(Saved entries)
↓↓↓

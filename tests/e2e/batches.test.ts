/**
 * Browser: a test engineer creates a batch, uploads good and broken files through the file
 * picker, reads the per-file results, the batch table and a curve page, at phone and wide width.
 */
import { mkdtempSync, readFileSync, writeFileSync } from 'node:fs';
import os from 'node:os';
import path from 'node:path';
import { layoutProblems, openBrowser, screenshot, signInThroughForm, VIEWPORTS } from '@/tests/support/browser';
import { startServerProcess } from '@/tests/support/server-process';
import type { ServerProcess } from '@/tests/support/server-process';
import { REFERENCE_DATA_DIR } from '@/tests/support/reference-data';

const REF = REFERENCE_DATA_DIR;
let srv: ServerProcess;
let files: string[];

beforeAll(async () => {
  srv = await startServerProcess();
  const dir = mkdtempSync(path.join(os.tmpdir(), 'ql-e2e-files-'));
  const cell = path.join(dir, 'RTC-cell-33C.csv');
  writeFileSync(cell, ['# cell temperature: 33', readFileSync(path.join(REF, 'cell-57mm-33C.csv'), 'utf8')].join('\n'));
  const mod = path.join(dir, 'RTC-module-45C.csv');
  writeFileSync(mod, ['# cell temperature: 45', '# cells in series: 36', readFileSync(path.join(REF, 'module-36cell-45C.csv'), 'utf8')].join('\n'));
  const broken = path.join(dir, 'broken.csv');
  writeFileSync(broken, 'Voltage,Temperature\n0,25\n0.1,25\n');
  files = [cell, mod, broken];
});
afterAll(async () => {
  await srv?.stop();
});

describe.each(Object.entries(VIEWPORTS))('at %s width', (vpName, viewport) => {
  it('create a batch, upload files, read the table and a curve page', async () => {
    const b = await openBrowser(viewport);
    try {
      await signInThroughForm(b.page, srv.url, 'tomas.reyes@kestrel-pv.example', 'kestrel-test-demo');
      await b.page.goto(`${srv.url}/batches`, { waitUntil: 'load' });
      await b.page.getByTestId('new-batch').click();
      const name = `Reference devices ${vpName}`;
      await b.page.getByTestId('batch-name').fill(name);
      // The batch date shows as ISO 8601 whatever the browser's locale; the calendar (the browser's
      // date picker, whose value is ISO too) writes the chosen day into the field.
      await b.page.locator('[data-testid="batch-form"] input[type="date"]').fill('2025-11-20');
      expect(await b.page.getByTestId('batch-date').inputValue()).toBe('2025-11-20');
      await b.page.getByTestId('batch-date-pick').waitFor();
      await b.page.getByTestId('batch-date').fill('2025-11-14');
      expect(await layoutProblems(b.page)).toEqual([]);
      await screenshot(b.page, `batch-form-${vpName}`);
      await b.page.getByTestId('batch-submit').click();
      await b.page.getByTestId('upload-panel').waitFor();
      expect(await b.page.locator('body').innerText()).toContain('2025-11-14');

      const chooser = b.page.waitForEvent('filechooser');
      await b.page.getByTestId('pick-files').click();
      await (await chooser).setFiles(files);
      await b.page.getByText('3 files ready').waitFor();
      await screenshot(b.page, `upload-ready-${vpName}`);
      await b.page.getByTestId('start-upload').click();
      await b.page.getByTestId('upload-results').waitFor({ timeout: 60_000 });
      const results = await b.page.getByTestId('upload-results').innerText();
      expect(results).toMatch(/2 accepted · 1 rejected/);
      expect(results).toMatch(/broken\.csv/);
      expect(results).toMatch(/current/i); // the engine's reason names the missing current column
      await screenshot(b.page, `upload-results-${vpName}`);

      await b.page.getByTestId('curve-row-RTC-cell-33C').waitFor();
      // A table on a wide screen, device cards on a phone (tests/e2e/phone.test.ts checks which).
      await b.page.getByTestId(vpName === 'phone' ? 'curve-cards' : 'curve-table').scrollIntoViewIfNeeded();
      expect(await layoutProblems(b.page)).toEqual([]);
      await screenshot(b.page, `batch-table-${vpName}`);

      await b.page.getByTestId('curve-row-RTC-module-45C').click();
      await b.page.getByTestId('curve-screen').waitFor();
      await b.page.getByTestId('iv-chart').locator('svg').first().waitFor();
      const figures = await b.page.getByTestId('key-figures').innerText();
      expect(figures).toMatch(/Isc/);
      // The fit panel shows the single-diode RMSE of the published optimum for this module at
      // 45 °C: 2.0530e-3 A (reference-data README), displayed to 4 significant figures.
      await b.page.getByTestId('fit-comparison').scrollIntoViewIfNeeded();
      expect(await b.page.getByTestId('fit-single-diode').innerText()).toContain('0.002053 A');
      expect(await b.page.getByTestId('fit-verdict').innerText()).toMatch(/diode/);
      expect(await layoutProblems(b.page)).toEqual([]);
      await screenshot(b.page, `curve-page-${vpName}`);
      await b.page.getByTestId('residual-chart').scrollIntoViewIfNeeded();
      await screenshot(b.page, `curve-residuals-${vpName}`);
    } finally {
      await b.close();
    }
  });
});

↑↑↑
↓↓↓

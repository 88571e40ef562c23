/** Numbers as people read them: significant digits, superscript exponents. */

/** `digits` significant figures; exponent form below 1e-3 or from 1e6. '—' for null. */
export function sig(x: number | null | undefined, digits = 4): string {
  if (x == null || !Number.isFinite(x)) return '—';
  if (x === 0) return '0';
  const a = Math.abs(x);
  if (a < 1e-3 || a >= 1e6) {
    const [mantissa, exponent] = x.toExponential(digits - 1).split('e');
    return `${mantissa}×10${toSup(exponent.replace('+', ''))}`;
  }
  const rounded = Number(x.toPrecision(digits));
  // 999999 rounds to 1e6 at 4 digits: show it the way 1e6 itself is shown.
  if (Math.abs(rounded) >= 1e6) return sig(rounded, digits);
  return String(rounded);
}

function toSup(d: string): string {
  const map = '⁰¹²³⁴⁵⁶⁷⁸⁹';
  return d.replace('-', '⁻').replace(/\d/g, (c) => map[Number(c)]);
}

↑↑↑
↓↓↓

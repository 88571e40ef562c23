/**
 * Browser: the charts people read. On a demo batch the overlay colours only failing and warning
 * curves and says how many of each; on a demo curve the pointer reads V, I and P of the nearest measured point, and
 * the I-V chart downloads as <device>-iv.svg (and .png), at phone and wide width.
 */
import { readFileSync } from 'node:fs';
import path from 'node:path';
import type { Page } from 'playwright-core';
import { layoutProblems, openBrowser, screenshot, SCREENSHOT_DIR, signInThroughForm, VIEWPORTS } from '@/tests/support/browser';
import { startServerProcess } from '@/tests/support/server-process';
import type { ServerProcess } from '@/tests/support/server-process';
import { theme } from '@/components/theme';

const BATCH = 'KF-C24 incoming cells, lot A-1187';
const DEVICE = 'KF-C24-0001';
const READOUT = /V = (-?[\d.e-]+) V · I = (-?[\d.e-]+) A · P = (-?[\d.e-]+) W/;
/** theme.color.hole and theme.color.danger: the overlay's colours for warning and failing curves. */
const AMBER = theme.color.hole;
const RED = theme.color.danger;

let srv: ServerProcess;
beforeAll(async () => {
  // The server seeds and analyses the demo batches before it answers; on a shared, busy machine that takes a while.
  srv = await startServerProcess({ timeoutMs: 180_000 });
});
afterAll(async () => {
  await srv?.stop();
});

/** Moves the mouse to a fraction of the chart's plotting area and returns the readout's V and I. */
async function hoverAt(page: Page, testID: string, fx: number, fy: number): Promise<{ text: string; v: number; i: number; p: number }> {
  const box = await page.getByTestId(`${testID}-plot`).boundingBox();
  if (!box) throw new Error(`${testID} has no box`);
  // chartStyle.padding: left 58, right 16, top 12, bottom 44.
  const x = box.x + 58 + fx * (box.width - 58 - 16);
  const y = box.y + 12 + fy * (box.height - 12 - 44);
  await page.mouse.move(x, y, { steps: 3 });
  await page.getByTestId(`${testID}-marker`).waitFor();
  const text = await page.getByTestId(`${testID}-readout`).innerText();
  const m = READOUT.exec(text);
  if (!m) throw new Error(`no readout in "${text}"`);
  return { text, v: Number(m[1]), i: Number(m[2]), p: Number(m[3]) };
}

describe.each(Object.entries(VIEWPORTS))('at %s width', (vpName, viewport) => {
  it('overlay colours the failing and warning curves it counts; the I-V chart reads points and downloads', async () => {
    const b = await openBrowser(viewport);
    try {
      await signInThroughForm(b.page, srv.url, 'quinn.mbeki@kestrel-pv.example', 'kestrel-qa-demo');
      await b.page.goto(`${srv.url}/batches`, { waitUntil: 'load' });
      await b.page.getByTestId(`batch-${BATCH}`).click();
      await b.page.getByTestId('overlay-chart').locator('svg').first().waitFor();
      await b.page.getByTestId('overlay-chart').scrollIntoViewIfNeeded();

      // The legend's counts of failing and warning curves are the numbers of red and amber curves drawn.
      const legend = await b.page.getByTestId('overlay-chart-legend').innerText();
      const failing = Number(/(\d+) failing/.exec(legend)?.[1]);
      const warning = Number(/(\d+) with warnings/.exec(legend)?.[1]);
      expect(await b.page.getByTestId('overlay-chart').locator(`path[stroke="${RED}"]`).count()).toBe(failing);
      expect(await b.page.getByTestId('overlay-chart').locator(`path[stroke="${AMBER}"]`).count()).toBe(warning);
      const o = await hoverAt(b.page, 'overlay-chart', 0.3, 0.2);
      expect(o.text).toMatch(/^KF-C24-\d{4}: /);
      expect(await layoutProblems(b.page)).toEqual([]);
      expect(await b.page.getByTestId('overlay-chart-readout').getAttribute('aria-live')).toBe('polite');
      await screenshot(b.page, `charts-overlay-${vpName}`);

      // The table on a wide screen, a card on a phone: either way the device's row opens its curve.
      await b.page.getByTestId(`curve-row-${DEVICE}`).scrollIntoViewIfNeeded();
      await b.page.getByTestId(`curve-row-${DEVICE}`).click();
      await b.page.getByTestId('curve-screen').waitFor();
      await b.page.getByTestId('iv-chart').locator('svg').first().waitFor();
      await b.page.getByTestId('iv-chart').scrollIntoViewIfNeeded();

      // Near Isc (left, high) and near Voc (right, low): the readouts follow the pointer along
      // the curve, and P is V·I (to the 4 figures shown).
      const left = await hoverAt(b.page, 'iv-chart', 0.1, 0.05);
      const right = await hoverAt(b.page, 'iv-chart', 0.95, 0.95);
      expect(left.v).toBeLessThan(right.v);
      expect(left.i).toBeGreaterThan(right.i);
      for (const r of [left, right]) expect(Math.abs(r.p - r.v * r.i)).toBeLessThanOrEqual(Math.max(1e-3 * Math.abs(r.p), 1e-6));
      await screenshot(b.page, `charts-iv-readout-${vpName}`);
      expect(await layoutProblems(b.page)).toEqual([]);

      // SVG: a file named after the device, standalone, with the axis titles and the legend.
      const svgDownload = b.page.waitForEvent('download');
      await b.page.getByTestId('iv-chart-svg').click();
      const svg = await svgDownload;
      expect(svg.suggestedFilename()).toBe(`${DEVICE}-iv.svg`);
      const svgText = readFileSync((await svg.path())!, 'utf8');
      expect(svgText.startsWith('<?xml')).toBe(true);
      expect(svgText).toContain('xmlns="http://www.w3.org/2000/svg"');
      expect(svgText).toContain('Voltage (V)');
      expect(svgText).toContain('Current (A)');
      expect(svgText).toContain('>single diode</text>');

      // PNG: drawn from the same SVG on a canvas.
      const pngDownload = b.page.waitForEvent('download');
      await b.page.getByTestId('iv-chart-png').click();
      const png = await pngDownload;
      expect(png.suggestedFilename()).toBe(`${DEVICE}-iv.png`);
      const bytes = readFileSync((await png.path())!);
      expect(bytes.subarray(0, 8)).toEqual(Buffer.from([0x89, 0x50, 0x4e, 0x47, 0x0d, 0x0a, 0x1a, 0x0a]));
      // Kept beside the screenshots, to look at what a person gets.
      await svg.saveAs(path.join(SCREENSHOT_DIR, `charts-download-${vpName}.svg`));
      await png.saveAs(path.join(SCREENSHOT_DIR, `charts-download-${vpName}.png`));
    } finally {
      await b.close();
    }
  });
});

↑↑↑

(REQUIRED ACTION): Within the data above, the span starting at the line containing "through the file" and ending at the line containing "import os from 'node:os';" is to be retyped exactly, with no other lines.

(SOLUTION TO THE EXERCISE):
 * Browser: a test engineer creates a batch, uploads good and broken files through the file
 * picker, reads the per-file results, the batch table and a curve page, at phone and wide width.
 */
import { mkdtempSync, readFileSync, writeFileSync } from 'node:fs';
import os from 'node:os';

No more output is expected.